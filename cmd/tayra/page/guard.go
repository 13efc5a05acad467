// Who may talk to the page:
//
//   - Only requests that name this machine by the address printed at the start.
//     Another name that resolves to it (DNS rebinding) is refused, whatever it
//     asks for.
//   - Only the page itself. A request that a browser marks as another page's is
//     refused, except the plain opening of the page: the page holds nothing.
//   - The page may load and reach nothing but this server, run no script that
//     is not one of its files, stand in no frame, send no form, and is kept in
//     no cache.

package page

import (
	"net"
	"net/http"
	"strings"
)

// policy is the content security policy of every answer.
var policy = strings.Join([]string{
	"default-src 'none'",
	"script-src 'self'",
	"style-src 'self'",
	"img-src 'self'",
	"connect-src 'self'",
	"base-uri 'none'",
	"form-action 'none'",
	"frame-ancestors 'none'",
}, "; ")

func (s *server) guard(next http.Handler) http.Handler {
	return http.HandlerFunc(func(w http.ResponseWriter, r *http.Request) {
		h := w.Header()
		h.Set("Content-Security-Policy", policy)
		h.Set("X-Content-Type-Options", "nosniff")
		h.Set("X-Frame-Options", "DENY")
		h.Set("Referrer-Policy", "no-referrer")
		h.Set("Cross-Origin-Opener-Policy", "same-origin")
		h.Set("Cross-Origin-Resource-Policy", "same-origin")
		h.Set("Permissions-Policy", "camera=(), geolocation=(), microphone=()")
		h.Set("Cache-Control", "no-store")
		if why := s.foreign(r); why != "" {
			http.Error(w, why, http.StatusForbidden)
			return
		}
		next.ServeHTTP(w, r)
	})
}

// foreign says why a request is not this page's, or "".
func (s *server) foreign(r *http.Request) string {
	if !s.ours(r.Host) {
		return "refused: this page answers only to its own address on this machine"
	}
	if o := r.Header["Origin"]; len(o) > 1 || len(o) == 1 && o[0] != "http://"+r.Host {
		return "refused: the request comes from another page"
	}
	switch r.Header.Get("Sec-Fetch-Site") {
	case "", "same-origin", "none":
		return ""
	}
	if r.Method == http.MethodGet && r.URL.Path == "/" && r.Header.Get("Sec-Fetch-Mode") == "navigate" && r.Header.Get("Sec-Fetch-Dest") == "document" {
		return ""
	}
	return "refused: the request comes from another page"
}

// ours says whether a Host is the address that the server was started on.
func (s *server) ours(host string) bool {
	if host == s.host {
		return true
	}
	name, port, err := net.SplitHostPort(host)
	_, own, ownErr := net.SplitHostPort(s.host)
	return err == nil && ownErr == nil && name == "localhost" && port == own
}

### EXERCISE DETAILS
Using the records, find the number of lines in which the string "address" occurs. Reply with that number alone.

### ANSWER BELOW
3